The API call above returns a dictionary object or a list of dictionary objects, depending on the inputs. The response contains the following field.

Parameter

Type

Description

generated_text

String

Generated text from the inputs

Examples

Text generation can be helpful in several tasks, like text question-answering and language translation. Change the inputs at lines 9–10 in the code widget above with the examples provided below.

We provide the model a question, backed by some context, and it returns us the answer.

Press + to interact
inputs: "Context: Richard Feynman was a Physicist. Being one of the most famous scientist ever, he is still remembered in the scientific society.\
Question: Who was Richard Feynman?"

We can also perform translations like:

Press + to interact
inputs: "Translate from English to French: The lesson is finished. Jump to the notebook now."

Let's run the same examples by providing some optional parameters, and observe the effect of these parameters on the generated text.

Press + to interact
// Endpoint URL
const endpointUrl = "https://api-inference.huggingface.co/models/Michau/t5-base-en-generate-headline";
const headerParameters = {
"Authorization": "Bearer {{ACCESS_TOKEN}}"
};
// Input text to classify
const data = JSON.stringify({
inputs: "Context: Richard Feynman was a Physicist.
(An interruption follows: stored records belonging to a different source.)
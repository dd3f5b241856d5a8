/** Own marks instead of an icon font: single paths on a 24 grid, drawn for this product. */
export const vuetifyIcons = {
  radioOff: 'svg:M12 3a9 9 0 1 0 0 18 9 9 0 0 0 0-18Zm0 1.4a7.6 7.6 0 1 1 0 15.2 7.6 7.6 0 0 1 0-15.2Z',
  radioOn: 'svg:M12 3a9 9 0 1 0 0 18 9 9 0 0 0 0-18Zm0 5.6a3.4 3.4 0 1 1 0 6.8 3.4 3.4 0 0 1 0-6.8Z',
  checkboxOff: 'svg:M4 4h16v16H4Zm1.4 1.4v13.2h13.2V5.4Z',
  checkboxOn: 'svg:M4 4h16v16H4Zm12.9 3.7-6.3 7.4-3.3-3.2-1.2 1.2 4.6 4.5L18.2 8.8Z',
  checkboxIndeterminate: 'svg:M4 4h16v16H4Zm3 7.2v1.6h10v-1.6Z',
  dropdown: 'svg:M7.2 9.6 12 14.4l4.8-4.8 1 1-5.8 5.8-5.8-5.8Z',
  expand: 'svg:M7.2 9.6 12 14.4l4.8-4.8 1 1-5.8 5.8-5.8-5.8Z',
  close: 'svg:m6 7 1-1 5 5 5-5 1 1-5 5 5 5-1 1-5-5-5 5-1-1 5-5Z',
  clear: 'svg:m6 7 1-1 5 5 5-5 1 1-5 5 5 5-1 1-5-5-5 5-1-1 5-5Z',
  prev: 'svg:M14.4 7.2 9.6 12l4.8 4.8-1 1L7.6 12l5.8-5.8Z',
  next: 'svg:M9.6 7.2 14.4 12l-4.8 4.8 1 1 5.8-5.8-5.8-5.8Z',
}
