import { createHash } from 'node:crypto'
import { describe, expect, it } from 'vitest'
import { InvalidInputError } from '@shared/errors'
import {
  DEFAULT_JOINT_SETTINGS,
  DEFAULT_JOINT_TABLE,
  formatJointRows,
  formatJointTable,
  jointEnergy,
  jointPotential,
  jointSlopes,
  jointTable,
  jointTableComments,
  jointTableRows,
  type JointTableUnits,
} from '@shared/joint-potential'
import { edgesOf } from '../../../support/exact-histograms'
import { jointCase } from '../../../support/joint-histograms'

const potential = jointPotential(
  jointCase(
    {
      kinds: ['bond', 'angle'],
      xEdges: edgesOf(0.3, 0.46, 24),
      yEdges: edgesOf(1.2, 2.7, 24),
      energy: (r, theta) => 0.5 * (((r - 0.38) / 0.02) ** 2 + ((theta - 1.9) / 0.22) ** 2),
    },
    20_000,
    1,
  ),
  400,
  { ...DEFAULT_JOINT_SETTINGS, smoothing: { mode: 'manual', log10Lambdas: [3, 3] } },
)
const { surface } = potential
const UNITS: JointTableUnits = { coordinateUnits: ['angstrom', 'degree'], energyUnit: 'kcal/mol' }
const SMALL = { x: { rows: 3, low: 0.36, high: 0.4 }, y: { rows: 4, low: 1.5, high: 2.1 } }

describe('a joint table', () => {
  it('covers the whole domain of both kinds by default', () => {
    const { x, y, kinds } = jointTable(surface, DEFAULT_JOINT_TABLE)
    expect(kinds).toEqual(['bond', 'angle'])
    expect([x.length, y.length]).toEqual([101, 181])
    expect([y[0], y[180]]).toEqual([0, Math.PI])
    expect(x[0]).toBeGreaterThan(0)
    expect(x[0]).toBeLessThan(surface.axes[0].populated[0])
    expect(x[100]).toBeGreaterThan(surface.axes[0].populated[1])
  })

  it('holds energy and both forces of the surface at its places', () => {
    const table = jointTable(surface, SMALL)
    table.energies.forEach((energy, cell) => {
      const [x, y] = [table.x[Math.floor(cell / 4)], table.y[cell % 4]]
      expect(energy).toBe(jointEnergy(surface, x, y))
      expect([-table.xForces[cell], -table.yForces[cell]]).toEqual(jointSlopes(surface, x, y))
    })
  })

  it('is refused with bounds outside the domain, or with too few or too many rows', () => {
    const codeOf = (settings: typeof SMALL) => {
      try {
        jointTable(surface, settings)
      } catch (error) {
        return error instanceof InvalidInputError && `${error.code} ${error.place.field}`
      }
      return 'accepted'
    }
    expect(codeOf(SMALL)).toBe('accepted')
    expect(codeOf({ ...SMALL, x: { rows: 501, low: 0.36, high: 0.4 } })).toBe('SETTING_INVALID rows')
    expect(codeOf({ ...SMALL, y: { rows: 1, low: 1.5, high: 2.1 } })).toBe('SETTING_INVALID rows')
    expect(codeOf({ ...SMALL, y: { rows: 4, low: 1.5, high: 4 } })).toBe('SETTING_INVALID high')
  })

  it('converts coordinates, energies and forces to the units asked for', () => {
    const table = jointTable(surface, SMALL)
    const [row] = jointTableRows(table, UNITS)
    expect(row.x).toBe(3.6)
    expect(row.y).toBeCloseTo((1.5 * 180) / Math.PI, 4)
    // Seven significant digits are printed.
    expect(row.energy / (table.energies[0] / 4.184)).toBeCloseTo(1, 6)
    expect(row.xForce / (table.xForces[0] / 4.184 / 10)).toBeCloseTo(1, 6)
    expect(row.yForce / ((table.yForces[0] / 4.184) * (Math.PI / 180))).toBeCloseTo(1, 6)
  })

  it('reads back as blocks of one x each, parted by blank lines', () => {
    const table = jointTable(surface, SMALL)
    const blocks = formatJointRows(table, UNITS)
      .split('\n\n')
      .map((block) => block.trimEnd().split('\n'))
    expect(blocks.map((block) => block.length)).toEqual([4, 4, 4])
    const read = blocks.flat().map((line) => line.trim().split(/\s+/).map(Number))
    const rows = jointTableRows(table, UNITS)
    expect(read).toEqual(rows.map(({ x, y, energy, xForce, yForce }) => [x, y, energy, xForce, yForce]))
    blocks.forEach((block) => expect(new Set(block.map((line) => line.slice(0, 15))).size).toBe(1))
  })

  it('says in its comments what it is, at which state point, in which units and how it was made', () => {
    const table = jointTable(surface, SMALL)
    const rowsSha256 = createHash('sha256').update(formatJointRows(table, UNITS)).digest('hex')
    const comments = jointTableComments({
      invented: false,
      polymer: null,
      mapping: null,
      terms: ['B–E', 'B–E–H'],
      beadOrders: null,
      statePoint: 'melt',
      units: UNITS,
      potential,
      input: { name: 'map.txt', sha256: 'f'.repeat(64) },
      rowsSha256,
    })
    const text = formatJointTable(table, UNITS, comments)
    const lines = text.split('\n')
    const head = lines.filter((line) => line.startsWith('#')).join('\n')
    for (const part of [
      'B–E (x) with B–E–H (y)',
      '400 K, melt',
      'xforce = -dE/dx in kcal/mol per angstrom',
      'log10 lambda 3.00 along x and 3.00 along y, chosen by hand',
      `SHA-256 ${rowsSha256}`,
      'map.txt',
      'Validate it in a simulation',
    ]) {
      expect(head).toContain(part)
    }
    expect(lines.findIndex((line) => !line.startsWith('#'))).toBe(comments.length + 2)
    expect(text.endsWith('\n')).toBe(true)
    expect(text).toContain(formatJointRows(table, UNITS))
  })
})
Being one of the most famous scientist ever, he is still remembered in the scientific society.\
Question: Who was Richard Feynman?",
parameters: {
max_length: 50,
temperature: 0.1
},
options: {
wait_for_model: true
}
});
const options = {
method: "POST",
headers: headerParameters,
body: data
};
async function textGeneration() {
try {
const response = await fetch(endpointUrl, options);
printResponse(response);
} catch (error) {
printError(error);
}
}
textGeneration();

We use the Michau/t5-base-en-generate-headline model and set values of max_length to 50 and temperature to 0.1.